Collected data
################

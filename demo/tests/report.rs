//! Runs the demo binary in a scratch directory and checks its report: the
//! printed sections and caution, and the SVG file, parsed by a small
//! well-formedness checker of our own, holding both charts.
#![allow(clippy::unwrap_used, clippy::expect_used, clippy::panic)] // tests stop loudly

use std::path::PathBuf;
use std::process::Command;

/// A parsed XML element (enough of XML 1.0 for well-formedness: elements,
/// attributes, text, entity and character references, comments,
/// processing instructions, CDATA).
#[derive(Debug)]
struct Element {
    name: String,
    attrs: Vec<(String, String)>,
    children: Vec<Node>,
}

#[derive(Debug)]
enum Node {
    Element(Element),
    Text(String),
}

struct Parser<'a> {
    s: &'a [u8],
    i: usize,
}

fn is_name_char(c: u8) -> bool {
    c.is_ascii_alphanumeric() || matches!(c, b'_' | b'-' | b'.' | b':') || c >= 0x80
}

impl<'a> Parser<'a> {
    fn err<T>(&self, what: &str) -> Result<T, String> {
        Err(format!("{what} at byte {}", self.i))
    }

    fn starts(&self, p: &str) -> bool {
        self.s[self.i..].starts_with(p.as_bytes())
    }

    fn skip_ws(&mut self) {
        while self.i < self.s.len() && self.s[self.i].is_ascii_whitespace() {
            self.i += 1;
        }
    }

    fn skip_until(&mut self, end: &str) -> Result<(), String> {
        while self.i < self.s.len() {
            if self.starts(end) {
                self.i += end.len();
                return Ok(());
            }
            self.i += 1;
        }
        self.err(&format!("unterminated, expected {end}"))
    }

    fn name(&mut self) -> Result<String, String> {
        let start = self.i;
        if self.i >= self.s.len()
            || !(self.s[self.i].is_ascii_alphabetic() || self.s[self.i] == b'_')
        {
            return self.err("bad name start");
        }
        while self.i < self.s.len() && is_name_char(self.s[self.i]) {
            self.i += 1;
        }
        Ok(String::from_utf8_lossy(&self.s[start..self.i]).into_owned())
    }

    /// Text up to `stop`, checking every reference; returned raw.
    fn text_until(&mut self, stop: u8) -> Result<String, String> {
        let start = self.i;
        while self.i < self.s.len() && self.s[self.i] != stop {
            match self.s[self.i] {
                b'&' => {
                    let semi = self.s[self.i..].iter().position(|&c| c == b';');
                    let Some(len) = semi else {
                        return self.err("unterminated reference");
                    };
                    let r = std::str::from_utf8(&self.s[self.i + 1..self.i + len]).unwrap();
                    let ok = matches!(r, "amp" | "lt" | "gt" | "quot" | "apos")
                        || (r.starts_with("#x") && u32::from_str_radix(&r[2..], 16).is_ok())
                        || (r.starts_with('#') && r[1..].parse::<u32>().is_ok());
                    if !ok {
                        return self.err(&format!("bad reference &{r};"));
                    }
                    self.i += len + 1;
                }
                b'<' if stop == b'"' || stop == b'\'' => return self.err("'<' in attribute"),
                _ => self.i += 1,
            }
        }
        Ok(String::from_utf8_lossy(&self.s[start..self.i]).into_owned())
    }

    fn misc(&mut self) -> Result<bool, String> {
        if self.starts("<!--") {
            self.skip_until("-->")?;
            Ok(true)
        } else if self.starts("<?") {
            self.skip_until("?>")?;
            Ok(true)
        } else if self.starts("<!DOCTYPE") {
            self.skip_until(">")?;
            Ok(true)
        } else {
            Ok(false)
        }
    }

    fn element(&mut self) -> Result<Element, String> {
        if !self.starts("<") {
            return self.err("expected '<'");
        }
        self.i += 1;
        let name = self.name()?;
        let mut attrs: Vec<(String, String)> = Vec::new();
        loop {
            let had_ws = self.i < self.s.len() && self.s[self.i].is_ascii_whitespace();
            self.skip_ws();
            if self.starts("/>") {
                self.i += 2;
                return Ok(Element {
                    name,
                    attrs,
                    children: Vec::new(),
                });
            }
            if self.starts(">") {
                self.i += 1;
                break;
            }
            if !had_ws {
                return self.err("attributes must be separated by space");
            }
            let an = self.name()?;
            self.skip_ws();
            if !self.starts("=") {
                return self.err("expected '='");
            }
            self.i += 1;
            self.skip_ws();
            let q = self.s.get(self.i).copied();
            if q != Some(b'"') && q != Some(b'\'') {
                return self.err("unquoted attribute");
            }
            self.i += 1;
            let v = self.text_until(q.unwrap())?;
            if self.i >= self.s.len() {
                return self.err("unterminated attribute");
            }
            self.i += 1;
            if attrs.iter().any(|(n, _)| *n == an) {
                return self.err(&format!("duplicate attribute {an}"));
            }
            attrs.push((an, v));
        }
        let mut children = Vec::new();
        loop {
            if self.i >= self.s.len() {
                return self.err(&format!("unclosed <{name}>"));
            }
            if self.starts("</") {
                self.i += 2;
                let close = self.name()?;
                self.skip_ws();
                if close != name || !self.starts(">") {
                    return self.err(&format!("</{close}> closes <{name}>"));
                }
                self.i += 1;
                return Ok(Element {
                    name,
                    attrs,
                    children,
                });
            }
            if self.starts("<![CDATA[") {
                self.skip_until("]]>")?;
                continue;
            }
            if self.misc()? {
                continue;
            }
            if self.starts("<") {
                children.push(Node::Element(self.element()?));
            } else {
                children.push(Node::Text(self.text_until(b'<')?));
            }
        }
    }

    fn document(mut self) -> Result<Element, String> {
        loop {
            self.skip_ws();
            if !self.misc()? {
                break;
            }
        }
        let root = self.element()?;
        loop {
            self.skip_ws();
            if !self.misc()? {
                break;
            }
        }
        if self.i != self.s.len() {
            return self.err("content after the root element");
        }
        Ok(root)
    }
}

fn parse(s: &str) -> Result<Element, String> {
    Parser {
        s: s.as_bytes(),
        i: 0,
    }
    .document()
}

impl Element {
    fn attr(&self, n: &str) -> Option<&str> {
        self.attrs
            .iter()
            .find(|(k, _)| k == n)
            .map(|(_, v)| v.as_str())
    }

    fn walk<'a>(&'a self, out: &mut Vec<&'a Element>) {
        out.push(self);
        for c in &self.children {
            if let Node::Element(e) = c {
                e.walk(out);
            }
        }
    }

    fn all(&self) -> Vec<&Element> {
        let mut v = Vec::new();
        self.walk(&mut v);
        v
    }

    fn text(&self) -> String {
        let mut s = String::new();
        for c in &self.children {
            match c {
                Node::Text(t) => s.push_str(t),
                Node::Element(e) => s.push_str(&e.text()),
            }
        }
        s
    }

    fn count(&self, name: &str) -> usize {
        self.all().iter().filter(|e| e.name == name).count()
    }
}

#[test]
fn checker_rejects_malformed_xml() {
    // The checker itself must be able to fail (common practice: test the
    // test's oracle).
    assert!(parse("<a><b></a></b>").is_err());
    assert!(parse("<a x=1/>").is_err());
    assert!(parse("<a x='1' x='2'/>").is_err());
    assert!(parse("<a>&nope;</a>").is_err());
    assert!(parse("<a></a><b/>").is_err());
    assert!(parse("<a>").is_err());
    assert!(parse("<a x=\"<\"/>").is_err());
    assert!(parse("<?xml version=\"1.0\"?><a b=\"&amp;\">t &#x41; <!-- c --></a>").is_ok());
}

#[test]
fn demo_writes_a_well_formed_report_with_both_charts() {
    let dir: PathBuf =
        std::env::temp_dir().join(format!("plumbfit-demo-test-{}", std::process::id()));
    let _ = std::fs::remove_dir_all(&dir);
    std::fs::create_dir_all(&dir).unwrap();
    let out = Command::new(env!("CARGO_BIN_EXE_plumbfit-demo"))
        .current_dir(&dir)
        .output()
        .expect("run the demo binary");
    assert!(
        out.status.success(),
        "{}",
        String::from_utf8_lossy(&out.stderr)
    );
    let text = String::from_utf8(out.stdout).unwrap();
    for needle in [
        "INVENTED",
        "lack of fit",
        "Mandel",
        "Durbin-Watson",
        "Shapiro-Wilk",
        "unknown samples",
        "Fieller",
        "detect",
        "quantify",
        "CAUTION",
        "licensed practice",
        "out/calibration-report.svg",
    ] {
        assert!(text.contains(needle), "report lacks {needle:?}:\n{text}");
    }
    let svg = std::fs::read_to_string(dir.join("out/calibration-report.svg")).unwrap();
    let root = parse(&svg).unwrap_or_else(|e| panic!("SVG not well-formed: {e}"));
    assert_eq!(root.name, "svg");
    assert_eq!(root.attr("xmlns"), Some("http://www.w3.org/2000/svg"));
    let groups: Vec<&Element> = root.all().into_iter().filter(|e| e.name == "g").collect();
    let find = |id: &str| {
        *groups
            .iter()
            .find(|g| g.attr("id") == Some(id))
            .unwrap_or_else(|| panic!("no group {id}"))
    };
    let cal = find("calibration-chart");
    let res = find("residual-chart");
    assert!(cal.text().contains("Calibration:"), "{}", cal.text());
    assert!(res.text().contains("Residuals:"), "{}", res.text());
    // Calibration chart: the band (one polygon), the fitted line (polylines)
    // and 24 readings drawn as crosses (two strokes each, among the grid
    // lines); residual chart: the band plus one triangle per reading.
    assert_eq!(cal.count("polygon"), 1);
    assert!(cal.count("polyline") >= 1);
    assert!(cal.count("line") >= 48);
    assert_eq!(res.count("polygon"), 1 + 24);
    // Both charts are nested drawings of their own.
    assert_eq!(cal.count("svg"), 1);
    assert_eq!(res.count("svg"), 1);
    // The caution is in the file as well as on the terminal.
    assert!(find("report-caution").text().contains("licensed practice"));
    assert!(find("report-header").text().contains("INVENTED DATA"));
    let _ = std::fs::remove_dir_all(&dir);
}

################

EXERCISE REQUIREMENTS:
Above are the entries; repeat their lines exactly, from the first through the one that contains "use std::process::Command;".

RESPONSE BELOW:
filename demo/tests/report.rs
//! Runs the demo binary in a scratch directory and checks its report: the
//! printed sections and caution, and the SVG file, parsed by a small
//! well-formedness checker of our own, holding both charts.
#![allow(clippy::unwrap_used, clippy::expect_used, clippy::panic)] // tests stop loudly

use std::path::PathBuf;
use std::process::Command;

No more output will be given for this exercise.